- **Your instructions**
Scan the data below for the string "length". Copy every line where it appears.

━━ Given information

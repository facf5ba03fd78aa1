import type { FastifyRequest } from 'fastify'
import { GraphQLError, type GraphQLFormattedError, getOperationAST, parse } from 'graphql'
import { limits } from './limits.ts'

export type GraphqlRequest = {
  readonly query: string
  readonly operationName?: string
  readonly variables: Readonly<Record<string, unknown>>
}
/** A request that is not one of GraphQL: always a 4xx, under both media types. */
export type Unreadable = { readonly status: number; readonly error: GraphQLFormattedError }

const unreadable = (code: string, message: string, status = 400): Unreadable => ({
  status,
  error: { message, extensions: { code, status } },
})
const isMap = (value: unknown): value is Record<string, unknown> =>
  typeof value === 'object' && value !== null && !Array.isArray(value)
const absent = (value: unknown): value is null | undefined => value === undefined || value === null

/** In a URL the maps stand as JSON text. */
function mapOfText(text: unknown): unknown {
  if (typeof text !== 'string') return text
  if (text === '') return undefined
  try {
    return JSON.parse(text)
  } catch {
    return text
  }
}

function parameters(request: FastifyRequest): unknown {
  if (request.method !== 'GET' && request.method !== 'HEAD') return request.body
  const query = request.query as Record<string, unknown>
  return { ...query, variables: mapOfText(query.variables), extensions: mapOfText(query.extensions) }
}

/** The executor takes JSON text for a parsed document, past every limit of the parser. None of these starts a document. */
const looksLikeJson = (query: string) =>
  /^\s*(?:[[\]"\d-]|\{\s*["}]|(?:true|false|null)\s*$)/.test(query.replace(/^\uFEFF/, ''))

/** GET must not change anything, whatever the schema comes to offer. */
function changesSomething(query: string, operationName: string | undefined): boolean {
  try {
    const operation = getOperationAST(parse(query, { maxTokens: limits.tokens }), operationName)?.operation
    return operation !== undefined && operation !== 'query'
  } catch {
    return false
  }
}

/** Reads the parameters of GraphQL over HTTP, strictly and all by itself: no coercion, no batches. */
export function readRequest(request: FastifyRequest): GraphqlRequest | Unreadable {
  const given = parameters(request)
  if (Array.isArray(given))
    return unreadable('batch-refused', 'Batches are not accepted: send one operation a request.')
  if (!isMap(given)) return unreadable('graphql-request', 'The body must be a JSON object with a field query.')
  const { query, operationName, variables, extensions } = given
  if (typeof query !== 'string' || query === '') return unreadable('graphql-request', 'query must be a text.')
  if (!absent(operationName) && typeof operationName !== 'string') {
    return unreadable('graphql-request', 'operationName must be a text.')
  }
  if (!absent(variables) && !isMap(variables)) return unreadable('graphql-request', 'variables must be an object.')
  if (!absent(extensions) && !isMap(extensions)) return unreadable('graphql-request', 'extensions must be an object.')
  if (query.length > limits.characters) {
    return unreadable(
      'query-too-long',
      `The document has ${query.length} characters, at most ${limits.characters} are allowed.`,
    )
  }
  const name = operationName ?? undefined
  if (request.method === 'GET' && changesSomething(query, name)) {
    return unreadable('method-not-allowed', 'Only queries may be sent by GET.', 405)
  }
  return { query, operationName: name, variables: variables ?? {} }
}

/** A syntax error where the text is JSON, undefined where it may be a document. */
export function refuseJson(query: string): GraphQLError | undefined {
  if (!looksLikeJson(query)) return undefined
  return new GraphQLError('Syntax Error: the query is not a GraphQL document.')
}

━━━━

- **Completed task**
  if (query.length > limits.characters) {
      `The document has ${query.length} characters, at most ${limits.characters} are allowed.`,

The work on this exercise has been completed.